# WHAT YOU SHOULD DO:
Go through the material and pull out every line with the string "package" in it.

# STORED DATA:
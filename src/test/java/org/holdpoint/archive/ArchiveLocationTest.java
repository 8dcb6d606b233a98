package org.holdpoint.archive;

import static org.assertj.core.api.Assertions.assertThat;

import java.nio.file.Path;
import java.util.Map;
import org.junit.jupiter.api.Test;

/** The embedded archive's folder follows the XDG Base Directory Specification 0.8 ($XDG_DATA_HOME). */
class ArchiveLocationTest {

    private static final Path HOME = Path.of("/home/petra");

    @Test
    void usesXdgDataHomeWhenSetAndAbsolute() {
        assertThat(ArchiveLocation.defaultFolder(Map.of("XDG_DATA_HOME", "/data/petra"), HOME))
                .isEqualTo(Path.of("/data/petra/holdpoint/archive"));
    }

    @Test
    void fallsBackToLocalShareWhenUnsetBlankOrRelative() {
        Path expected = Path.of("/home/petra/.local/share/holdpoint/archive");
        assertThat(ArchiveLocation.defaultFolder(Map.of(), HOME)).isEqualTo(expected);
        assertThat(ArchiveLocation.defaultFolder(Map.of("XDG_DATA_HOME", " "), HOME)).isEqualTo(expected);
        // the specification says a relative path must be ignored
        assertThat(ArchiveLocation.defaultFolder(Map.of("XDG_DATA_HOME", "rel/dir"), HOME)).isEqualTo(expected);
    }

    @Test
    void theEmbeddedUrlIsAnH2FileThatWritesEachCommit() {
        assertThat(ArchiveLocation.embeddedUrl(Path.of("/a/b")))
                .isEqualTo("jdbc:h2:file:/a/b/holdpoint;WRITE_DELAY=0");
    }
}
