# ---------------------------------------------------------------------------
# lazy imports
# ---------------------------------------------------------------------------

def _props():
    """CoolProp's PropsSI, imported on first use."""
    from CoolProp.CoolProp import PropsSI

    return PropsSI


def _cubic_spline():
    from scipy.interpolate import CubicSpline

    return CubicSpline


def _propsi(out, name1, v1, name2, v2, fluid):
    """PropsSI over any array shape; raises FuelsysInputError on failure."""
    PropsSI = _props()
    a1, a2 = np.broadcast_arrays(np.asarray(v1, dtype=float), np.asarray(v2, dtype=float))
    shape = a1.shape
    f1, f2 = a1.ravel(), a2.ravel()
    try:
        if f1.size == 1:
            r = np.array([PropsSI(out, name1, float(f1[0]), name2, float(f2[0]), fluid)])
        else:
            r = np.asarray(PropsSI(out, name1, np.ascontiguousarray(f1), name2, np.ascontiguousarray(f2), fluid),
                           dtype=float)
    except ValueError as exc:  # CoolProp's scalar-call error
        raise FuelsysInputError(f"CoolProp could not evaluate {out} of {fluid} at "
                                f"{name1}={f1[0]:.6g}, {name2}={f2[0]:.6g}: {exc}") from None
    bad = ~np.isfinite(r)
    if np.any(bad):
        i = int(np.flatnonzero(bad)[0])
        raise FuelsysInputError(f"CoolProp could not evaluate {out} of {fluid} at "
                                f"{name1}={f1[i]:.6g}, {name2}={f2[i]:.6g}")
    return r.reshape(shape)


# ---------------------------------------------------------------------------
# tables of one pure fluid
# ---------------------------------------------------------------------------
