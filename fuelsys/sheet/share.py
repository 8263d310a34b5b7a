"""``fuelsys share``: a copy of a computed book that opens complete without fuelsys.

Every cell that needs an FS_ function (directly, through a defined name that
calls one, or as a cell of an array formula that calls one) gets the value
fuelsys computed, as a plain number or text; cells that use only the
spreadsheet's own functions keep their formulas.  A first sheet, "About this
copy", says which fuelsys made the copy, when, from which book (a digest of
its inputs and formulas, the one ``fuelsys check`` prints), how to check it,
and lists the formula each replaced cell held.

The copy is made by editing the package's XML parts directly, like
:mod:`fuelsys.sheet.xlsx` does for cached values: the replaced cells' own
elements in the sheet parts, the workbook part (one more sheet; sheet-level
names shifted by one), its relationships and the content types.  Every other
member, charts, drawings, styles, comments and validation included, is
copied byte for byte.  The original is only read.

A book whose stored values are stale (an input changed since it was last
computed) is refused rather than recomputed on the way: the copy must show
what the builder's own book shows, and ``fuelsys check`` on the original is
how a reader confirms it.  Run ``fuelsys recalc`` first.
"""

from __future__ import annotations

import datetime as _dt
import io
import math
import os
import re
import zipfile
from dataclasses import dataclass, field

#: the first sheet of a shared copy
ABOUT_SHEET = "About this copy"
#: a stored number is stale when it differs from a fresh computation by more than this (relative) ...
STALE_REL = 1e-6
#: ... and by more than this (absolute, for values that should be zero)
STALE_ABS = 1e-9

_REL_NS = "http://schemas.openxmlformats.org/officeDocument/2006/relationships"
_WS_TYPE = "http://schemas.openxmlformats.org/officeDocument/2006/relationships/worksheet"
_WS_CT = "application/vnd.openxmlformats-officedocument.spreadsheetml.worksheet+xml"
_FS_CALL = re.compile(r"(?<![A-Za-z0-9_.])(?:_xludf\.)?FS_[A-Z0-9_]+\s*\(", re.IGNORECASE)
_STRING = re.compile(r'"(?:[^"]|"")*"')


class ShareRefused(Exception):
    """The book cannot be shared as it is (stale, not computable); nothing was written.

    ``stale`` is True when the refusal is about the book's values (recompute
    it), False when about the command's arguments.
    """

    def __init__(self, message: str, stale: bool = False):
        super().__init__(message)
        self.stale = stale


@dataclass
class Replaced:
    """One replaced formula: its sheet, the cells it covered, their label and its text."""

    sheet: str
    cells: str
    label: str
    formula: str


@dataclass
class ShareReport:
    source: str
    output: str
    digest: str
    replaced: list = field(default_factory=list)   # of Replaced
    cells: int = 0                                  # cells turned into values
    kept: int = 0                                   # formulas kept (the spreadsheet's own functions)
    errors: list = field(default_factory=list)      # (cell, text) of FS error texts / error values copied
    seconds: float = 0.0


# ---------------------------------------------------------------------------
# which cells need fuelsys

def _calls_fs(text: str | None, fs_names: set) -> bool:
    if not text:
        return False
    bare = _STRING.sub('""', text)
    if _FS_CALL.search(bare):
        return True
    if fs_names:
        words = {w.upper() for w in re.findall(r"(?<![A-Za-z0-9_.!$'])[A-Za-z_][A-Za-z0-9_.]*(?![A-Za-z0-9_(!])",
                                               bare)}
        return bool(words & fs_names)
    return False


def _fs_names(book) -> set:
    """Defined names whose formula calls an FS_ function, directly or through another such name."""
    found: set = set()
    while True:
        more = {dn.name.upper() for dn in book.names
                if dn.name.upper() not in found and _calls_fs(dn.text, found)}
        if not more:
            return found
        found |= more


def fs_cells(book) -> dict:
    """Sheet index -> {(row, col): formula key} of the cells that need an FS_ function.

    The formula key is the (row, col) of the formula that makes the cell: the
    cell itself, the first cell of its array formula, or the first cell of its
    shared-formula group.
    """
    names = _fs_names(book)
    out = {}
    for si, sheet in enumerate(book.sheets):
        if sheet.kind != "worksheet":
            continue
        cells = {}
        shared_text = {f.si: f.text for f in sheet.formulas.values() if f.kind == "shared" and f.text}
        shared_master = {f.si: key for key, f in sheet.formulas.items() if f.kind == "shared" and f.text}
        for key, f in sheet.formulas.items():
            text = f.text if f.text is not None else shared_text.get(f.si)
            if not _calls_fs(text, names):
                continue
            if f.kind == "array" and f.ref:
                r1, c1, r2, c2 = f.ref
                for r in range(r1, r2 + 1):
                    for c in range(c1, c2 + 1):
                        cells[(r, c)] = key
            elif f.kind == "shared":
                cells[key] = shared_master.get(f.si, key)
            else:
                cells[key] = key
        if cells:
            out[si] = cells
    return out


# ---------------------------------------------------------------------------
# staleness

def stale_cells(book, progress=None) -> tuple[list, list]:
    """(stale, skipped): formula cells whose stored value differs from a fresh computation, and
    cells that could not be computed.  Numbers compare within :data:`STALE_REL` / :data:`STALE_ABS`."""
    from fuelsys.sheet import evaluate as ev

    comp = ev.compute_book(book, progress)
    stale = []
    for key in sorted(comp.values):
        si, r, c = key
        stored = book.sheets[si].cells.get((r, c))
        new = comp.values[key]
        if type(stored) is float and type(new) is float:
            if math.isclose(stored, new, rel_tol=STALE_REL, abs_tol=STALE_ABS):
                continue
        elif stored is not None and ev.same_value(stored, new):
            continue
        elif stored is None and new == "":
            continue
        stale.append((comp.cell(key), stored, new))
    return stale, comp.skipped_list()


# ---------------------------------------------------------------------------
# XML editing

def _xml_text(s: str) -> str:
    from fuelsys.sheet.xlsx import encode_ooxml_text

    return encode_ooxml_text(s).replace('"', "&quot;")


def _value_cell(prefix: bytes, attrs: bytes, value) -> bytes:
    """A cell element holding ``value`` as a constant, keeping its reference and style."""
    from fuelsys.sheet.builtins import XlError
    from fuelsys.sheet.xlsx import number_xml

    keep = re.sub(rb'\s+(?:t|cm|vm|ph)\s*=\s*("[^"]*"|\'[^\']*\')', b"", attrs)
    p = prefix
    if value is None or value == "":
        return b"<" + p + b"c" + keep + b"/>"
    if type(value) is bool:
        return b"<" + p + b"c" + keep + b' t="b"><' + p + b"v>" + (b"1" if value else b"0") + b"</" + p + b"v></" + p + b"c>"
    if type(value) is float or type(value) is int:
        x = float(value)
        if math.isfinite(x):
            return b"<" + p + b"c" + keep + b"><" + p + b"v>" + number_xml(x).encode() + b"</" + p + b"v></" + p + b"c>"
        value = XlError("#NUM!")
    if isinstance(value, XlError):
        return b"<" + p + b"c" + keep + b' t="e"><' + p + b"v>" + value.code.encode() + b"</" + p + b"v></" + p + b"c>"
    text = _xml_text(str(value)).encode("utf-8")
    space = b' xml:space="preserve"' if text != text.strip() else b""
    return (b"<" + p + b"c" + keep + b' t="inlineStr"><' + p + b"is><" + p + b"t" + space + b">" + text
            + b"</" + p + b"t></" + p + b"is></" + p + b"c>")


def replace_cells(data: bytes, values: dict, where: str) -> bytes:
    """Turn the cells ``values`` ((row, col) -> value) of a worksheet part into constants.

    Only those cells' own elements change; every other byte stays.  Cells of
    an array formula that the part does not hold (empty results) stay absent.
    """
    from fuelsys.sheet.evaluate import col_number

    m = re.search(rb"<([A-Za-z_][\w.-]*:)?sheetData\b[^>]*?(/?)>", data)
    if not m:
        raise ShareRefused(f"{where} has no sheetData element")
    prefix = m.group(1) or b""
    if m.group(2):
        return data
    p = re.escape(prefix)
    end = re.compile(rb"</" + p + rb"sheetData\s*>").search(data, m.end())
    if not end:
        raise ShareRefused(f"{where}: sheetData is not closed")
    body = data[m.end():end.start()]
    cell_re = re.compile(rb"<" + p + rb"c\b((?:\s+[^\s=/>]+\s*=\s*(?:\"[^\"]*\"|'[^']*'))*)\s*(?:/>|>(.*?)</" + p + rb"c\s*>)",
                         re.DOTALL)
    ref_re = re.compile(rb"""\br\s*=\s*["']([A-Za-z]{1,3})(\d+)["']""")
    seen = set()

    def sub(cm):
        rm = ref_re.search(cm.group(1))
        if not rm:
            return cm.group(0)
        key = (int(rm.group(2)), col_number(rm.group(1).decode("ascii")))
        if key not in values:
            return cm.group(0)
        seen.add(key)
        return _value_cell(prefix, cm.group(1), values[key])

    new_body = cell_re.sub(sub, body)
    return data[:m.end()] + new_body + data[end.start():]


def _drop_tab_selected(data: bytes) -> bytes:
    return re.sub(rb'(<(?:[\w.-]+:)?sheetView\b[^>]*?)\s+tabSelected\s*=\s*("[^"]*"|\'[^\']*\')', rb"\1", data)


def _rels_part(part: str) -> str:
    folder, base = part.rsplit("/", 1) if "/" in part else ("", part)
    return f"{folder}/_rels/{base}.rels" if folder else f"_rels/{base}.rels"


def _workbook_part(zf) -> str:
    rels = zf.read("_rels/.rels").decode("utf-8")
    for m in re.finditer(r"<(?:\w+:)?Relationship\b[^>]*>", rels):
        tag = m.group(0)
        if "/officeDocument\"" in tag or "/officeDocument'" in tag:
            target = re.search(r"""Target\s*=\s*["']([^"']+)["']""", tag).group(1)
            return target.lstrip("/")
    raise ShareRefused("the package has no workbook part")


def _insert_about_sheet(wb_xml: bytes, rid: str, sheet_id: int) -> bytes:
    """The workbook part with the about sheet first: sheet-level names and the active tab follow."""
    text = wb_xml.decode("utf-8")
    m = re.search(r'xmlns:([\w.-]+)\s*=\s*"' + re.escape(_REL_NS) + '"', text)
    if m:
        rpre, decl = m.group(1), ""
    else:
        rpre, decl = "fsr", f' xmlns:fsr="{_REL_NS}"'
    sm = re.search(r"<([\w.-]+:)?sheets\b[^>]*?(/?)>", text)
    if not sm or sm.group(2):
        raise ShareRefused("the workbook part lists no sheets")
    epre = sm.group(1) or ""
    new_sheet = (f'<{epre}sheet name="{_xml_text(ABOUT_SHEET)}" sheetId="{sheet_id}" '
                 f'{rpre}:id="{rid}"{decl}/>')
    text = text[:sm.end()] + new_sheet + text[sm.end():]
    text = re.sub(r'(\blocalSheetId\s*=\s*")(\d+)(")', lambda k: f"{k.group(1)}{int(k.group(2)) + 1}{k.group(3)}", text)
    # the copy opens on its first sheet, the one that says what it is
    text = re.sub(r'(<(?:[\w.-]+:)?workbookView\b[^>]*?\s)activeTab\s*=\s*"\d+"', r'\1activeTab="0"', text)
    text = re.sub(r'(<(?:[\w.-]+:)?workbookView\b[^>]*?\s)firstSheet\s*=\s*"\d+"', r'\1firstSheet="0"', text)
    return text.encode("utf-8")


def _add_relationship(rels_xml: bytes, rid: str, target: str) -> bytes:
    text = rels_xml.decode("utf-8")
    m = re.search(r"</([\w.-]+:)?Relationships\s*>", text)
    if not m:
        raise ShareRefused("the workbook's relationships do not parse")
    pre = m.group(1) or ""
    rel = f'<{pre}Relationship Id="{rid}" Type="{_WS_TYPE}" Target="{target}"/>'
    return (text[:m.start()] + rel + text[m.start():]).encode("utf-8")


def _add_override(ct_xml: bytes, part: str) -> bytes:
    text = ct_xml.decode("utf-8")
    m = re.search(r"</([\w.-]+:)?Types\s*>", text)
    if not m:
        raise ShareRefused("[Content_Types].xml does not parse")
    pre = m.group(1) or ""
    ov = f'<{pre}Override PartName="/{part}" ContentType="{_WS_CT}"/>'
    return (text[:m.start()] + ov + text[m.start():]).encode("utf-8")


# ---------------------------------------------------------------------------
# the about sheet

def _cell_xml(r: int, c: int, value, style: str = "") -> str:
    from fuelsys.sheet.xlsx import col_letters, number_xml

    ref = f"{col_letters(c)}{r}"
    if isinstance(value, (int, float)) and not isinstance(value, bool):
        return f'<c r="{ref}"{style}><v>{number_xml(float(value))}</v></c>'
    text = _xml_text(str(value))
    return f'<c r="{ref}"{style} t="inlineStr"><is><t xml:space="preserve">{text}</t></is></c>'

# RESPONSE FOR THIS EXERCISE:
package org.holdpoint.archive;
The copy is made by editing the package's XML parts directly, like
    raise ShareRefused("the package has no workbook part")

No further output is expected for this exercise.